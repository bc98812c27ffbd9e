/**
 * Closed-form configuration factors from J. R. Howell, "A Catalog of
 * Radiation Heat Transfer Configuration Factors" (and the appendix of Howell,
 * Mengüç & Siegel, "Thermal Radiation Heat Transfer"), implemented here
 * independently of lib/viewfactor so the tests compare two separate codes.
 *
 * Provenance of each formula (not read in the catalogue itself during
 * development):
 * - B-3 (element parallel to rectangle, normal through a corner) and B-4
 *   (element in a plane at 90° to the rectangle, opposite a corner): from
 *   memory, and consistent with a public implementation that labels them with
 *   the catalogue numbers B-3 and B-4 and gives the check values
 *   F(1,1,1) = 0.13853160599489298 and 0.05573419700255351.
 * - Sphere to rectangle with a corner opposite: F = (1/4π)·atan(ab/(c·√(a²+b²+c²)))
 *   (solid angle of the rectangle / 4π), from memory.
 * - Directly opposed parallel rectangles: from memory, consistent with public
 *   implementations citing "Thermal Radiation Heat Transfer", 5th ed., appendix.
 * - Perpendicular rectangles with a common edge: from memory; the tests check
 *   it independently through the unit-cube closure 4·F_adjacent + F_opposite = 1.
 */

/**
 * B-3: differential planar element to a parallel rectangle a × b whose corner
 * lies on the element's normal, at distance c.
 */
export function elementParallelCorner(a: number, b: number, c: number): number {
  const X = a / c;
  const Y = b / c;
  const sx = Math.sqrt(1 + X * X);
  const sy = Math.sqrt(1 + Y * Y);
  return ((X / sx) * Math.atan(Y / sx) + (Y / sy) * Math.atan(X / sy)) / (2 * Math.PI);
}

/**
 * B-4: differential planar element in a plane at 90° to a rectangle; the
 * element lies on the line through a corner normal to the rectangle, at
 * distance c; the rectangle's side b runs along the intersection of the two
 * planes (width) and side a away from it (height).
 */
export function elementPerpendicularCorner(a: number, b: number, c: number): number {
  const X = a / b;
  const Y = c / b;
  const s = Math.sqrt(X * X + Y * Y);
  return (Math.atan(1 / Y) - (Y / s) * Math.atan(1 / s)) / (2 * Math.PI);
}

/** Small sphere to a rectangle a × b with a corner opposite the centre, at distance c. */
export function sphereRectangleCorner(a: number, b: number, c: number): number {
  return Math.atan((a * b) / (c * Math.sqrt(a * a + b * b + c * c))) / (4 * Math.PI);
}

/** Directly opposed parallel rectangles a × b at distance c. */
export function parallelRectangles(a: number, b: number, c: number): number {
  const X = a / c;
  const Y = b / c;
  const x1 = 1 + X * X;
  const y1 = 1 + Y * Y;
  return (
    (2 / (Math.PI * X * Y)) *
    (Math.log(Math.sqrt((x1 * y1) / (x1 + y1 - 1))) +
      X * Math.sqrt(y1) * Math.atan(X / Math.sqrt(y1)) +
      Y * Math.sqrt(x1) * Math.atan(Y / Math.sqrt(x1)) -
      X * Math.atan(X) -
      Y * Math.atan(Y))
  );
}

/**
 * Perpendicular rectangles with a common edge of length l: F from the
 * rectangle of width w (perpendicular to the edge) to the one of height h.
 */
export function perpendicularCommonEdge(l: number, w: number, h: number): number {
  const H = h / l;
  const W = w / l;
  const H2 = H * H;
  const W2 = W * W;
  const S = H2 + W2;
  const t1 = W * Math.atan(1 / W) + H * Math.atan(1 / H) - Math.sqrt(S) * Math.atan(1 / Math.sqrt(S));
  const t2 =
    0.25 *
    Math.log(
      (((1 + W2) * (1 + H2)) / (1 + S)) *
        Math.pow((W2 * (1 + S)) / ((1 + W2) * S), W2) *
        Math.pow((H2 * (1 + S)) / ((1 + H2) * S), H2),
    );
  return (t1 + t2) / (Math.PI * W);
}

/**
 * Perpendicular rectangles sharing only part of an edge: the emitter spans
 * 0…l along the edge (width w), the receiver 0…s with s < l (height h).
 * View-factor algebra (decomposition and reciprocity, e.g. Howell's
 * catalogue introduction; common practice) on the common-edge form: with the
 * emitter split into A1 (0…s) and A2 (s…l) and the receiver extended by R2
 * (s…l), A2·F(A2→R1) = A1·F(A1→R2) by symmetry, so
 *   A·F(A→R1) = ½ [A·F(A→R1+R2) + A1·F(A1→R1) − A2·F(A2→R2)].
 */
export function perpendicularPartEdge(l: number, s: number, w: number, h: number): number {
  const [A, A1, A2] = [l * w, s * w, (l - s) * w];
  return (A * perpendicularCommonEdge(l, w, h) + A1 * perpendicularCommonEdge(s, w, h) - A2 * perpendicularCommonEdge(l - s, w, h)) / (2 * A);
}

#### What you will do
Please repeat every entry, exactly as it was written.

#### Solved exercise
repository bc98812c27ffbd9e
/**
 * Closed-form configuration factors from J. R. Howell, "A Catalog of
 * Radiation Heat Transfer Configuration Factors" (and the appendix of Howell,
 * Mengüç & Siegel, "Thermal Radiation Heat Transfer"), implemented here
 * independently of lib/viewfactor so the tests compare two separate codes.
 *
 * Provenance of each formula (not read in the catalogue itself during
 * development):
 * - B-3 (element parallel to rectangle, normal through a corner) and B-4
 *   (element in a plane at 90° to the rectangle, opposite a corner): from
 *   memory, and consistent with a public implementation that labels them with
 *   the catalogue numbers B-3 and B-4 and gives the check values
 *   F(1,1,1) = 0.13853160599489298 and 0.05573419700255351.
 * - Sphere to rectangle with a corner opposite: F = (1/4π)·atan(ab/(c·√(a²+b²+c²)))
 *   (solid angle of the rectangle / 4π), from memory.
 * - Directly opposed parallel rectangles: from memory, consistent with public
 *   implementations citing "Thermal Radiation Heat Transfer", 5th ed., appendix.
 * - Perpendicular rectangles with a common edge: from memory; the tests check
 *   it independently through the unit-cube closure 4·F_adjacent + F_opposite = 1.
 */

/**
 * B-3: differential planar element to a parallel rectangle a × b whose corner
 * lies on the element's normal, at distance c.
 */
export function elementParallelCorner(a: number, b: number, c: number): number {
  const X = a / c;
  const Y = b / c;
  const sx = Math.sqrt(1 + X * X);
  const sy = Math.sqrt(1 + Y * Y);
  return ((X / sx) * Math.atan(Y / sx) + (Y / sy) * Math.atan(X / sy)) / (2 * Math.PI);
}

/**
 * B-4: differential planar element in a plane at 90° to a rectangle; the
 * element lies on the line through a corner normal to the rectangle, at
 * distance c; the rectangle's side b runs along the intersection of the two
 * planes (width) and side a away from it (height).
 */
export function elementPerpendicularCorner(a: number, b: number, c: number): number {
  const X = a / b;
  const Y = c / b;
  const s = Math.sqrt(X * X + Y * Y);
  return (Math.atan(1 / Y) - (Y / s) * Math.atan(1 / s)) / (2 * Math.PI);
}

/** Small sphere to a rectangle a × b with a corner opposite the centre, at distance c. */
export function sphereRectangleCorner(a: number, b: number, c: number): number {
  return Math.atan((a * b) / (c * Math.sqrt(a * a + b * b + c * c))) / (4 * Math.PI);
}

/** Directly opposed parallel rectangles a × b at distance c. */
export function parallelRectangles(a: number, b: number, c: number): number {
  const X = a / c;
  const Y = b / c;
  const x1 = 1 + X * X;
  const y1 = 1 + Y * Y;
  return (
    (2 / (Math.PI * X * Y)) *
    (Math.log(Math.sqrt((x1 * y1) / (x1 + y1 - 1))) +
      X * Math.sqrt(y1) * Math.atan(X / Math.sqrt(y1)) +
      Y * Math.sqrt(x1) * Math.atan(Y / Math.sqrt(x1)) -
      X * Math.atan(X) -
      Y * Math.atan(Y))
  );
}

/**
 * Perpendicular rectangles with a common edge of length l: F from the
 * rectangle of width w (perpendicular to the edge) to the one of height h.
 */
export function perpendicularCommonEdge(l: number, w: number, h: number): number {
  const H = h / l;
  const W = w / l;
  const H2 = H * H;
  const W2 = W * W;
  const S = H2 + W2;
  const t1 = W * Math.atan(1 / W) + H * Math.atan(1 / H) - Math.sqrt(S) * Math.atan(1 / Math.sqrt(S));
  const t2 =
    0.25 *
    Math.log(
      (((1 + W2) * (1 + H2)) / (1 + S)) *
        Math.pow((W2 * (1 + S)) / ((1 + W2) * S), W2) *
        Math.pow((H2 * (1 + S)) / ((1 + H2) * S), H2),
    );
  return (t1 + t2) / (Math.PI * W);
}

/**
 * Perpendicular rectangles sharing only part of an edge: the emitter spans
 * 0…l along the edge (width w), the receiver 0…s with s < l (height h).
 * View-factor algebra (decomposition and reciprocity, e.g. Howell's
 * catalogue introduction; common practice) on the common-edge form: with the
 * emitter split into A1 (0…s) and A2 (s…l) and the receiver extended by R2
 * (s…l), A2·F(A2→R1) = A1·F(A1→R2) by symmetry, so
 *   A·F(A→R1) = ½ [A·F(A→R1+R2) + A1·F(A1→R1) − A2·F(A2→R2)].
 */
export function perpendicularPartEdge(l: number, s: number, w: number, h: number): number {
  const [A, A1, A2] = [l * w, s * w, (l - s) * w];
  return (A * perpendicularCommonEdge(l, w, h) + A1 * perpendicularCommonEdge(s, w, h) - A2 * perpendicularCommonEdge(l - s, w, h)) / (2 * A);
}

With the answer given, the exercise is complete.